:: Material for this exercise

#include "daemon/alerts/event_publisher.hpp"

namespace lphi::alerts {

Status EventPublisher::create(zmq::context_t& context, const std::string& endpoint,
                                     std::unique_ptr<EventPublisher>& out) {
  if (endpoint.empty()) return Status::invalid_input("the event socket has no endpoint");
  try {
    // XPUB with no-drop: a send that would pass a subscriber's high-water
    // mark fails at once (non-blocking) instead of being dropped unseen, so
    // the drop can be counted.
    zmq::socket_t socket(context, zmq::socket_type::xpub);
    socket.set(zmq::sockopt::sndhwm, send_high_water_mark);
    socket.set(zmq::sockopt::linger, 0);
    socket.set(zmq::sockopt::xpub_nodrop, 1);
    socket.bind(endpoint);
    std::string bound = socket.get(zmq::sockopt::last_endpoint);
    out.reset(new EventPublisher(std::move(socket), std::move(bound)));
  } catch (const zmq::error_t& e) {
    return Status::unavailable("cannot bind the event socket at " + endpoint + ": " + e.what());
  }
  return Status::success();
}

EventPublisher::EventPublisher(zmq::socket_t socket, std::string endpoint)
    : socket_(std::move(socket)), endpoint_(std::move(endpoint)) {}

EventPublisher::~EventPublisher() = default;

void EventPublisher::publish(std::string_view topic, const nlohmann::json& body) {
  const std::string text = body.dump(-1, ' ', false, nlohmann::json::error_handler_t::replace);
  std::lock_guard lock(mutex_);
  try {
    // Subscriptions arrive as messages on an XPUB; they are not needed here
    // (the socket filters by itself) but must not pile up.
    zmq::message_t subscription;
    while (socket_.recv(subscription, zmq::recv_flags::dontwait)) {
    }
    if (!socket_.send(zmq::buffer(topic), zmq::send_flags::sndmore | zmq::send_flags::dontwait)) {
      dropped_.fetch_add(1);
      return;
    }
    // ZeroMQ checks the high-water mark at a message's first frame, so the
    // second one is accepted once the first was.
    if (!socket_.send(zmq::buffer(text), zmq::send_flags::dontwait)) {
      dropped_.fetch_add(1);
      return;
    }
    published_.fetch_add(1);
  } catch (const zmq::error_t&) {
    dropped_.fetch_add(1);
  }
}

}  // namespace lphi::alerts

::::

Description of the task> For each line above that carries the word "lphi", copy it out.

Task output>
namespace lphi::alerts {
}  // namespace lphi::alerts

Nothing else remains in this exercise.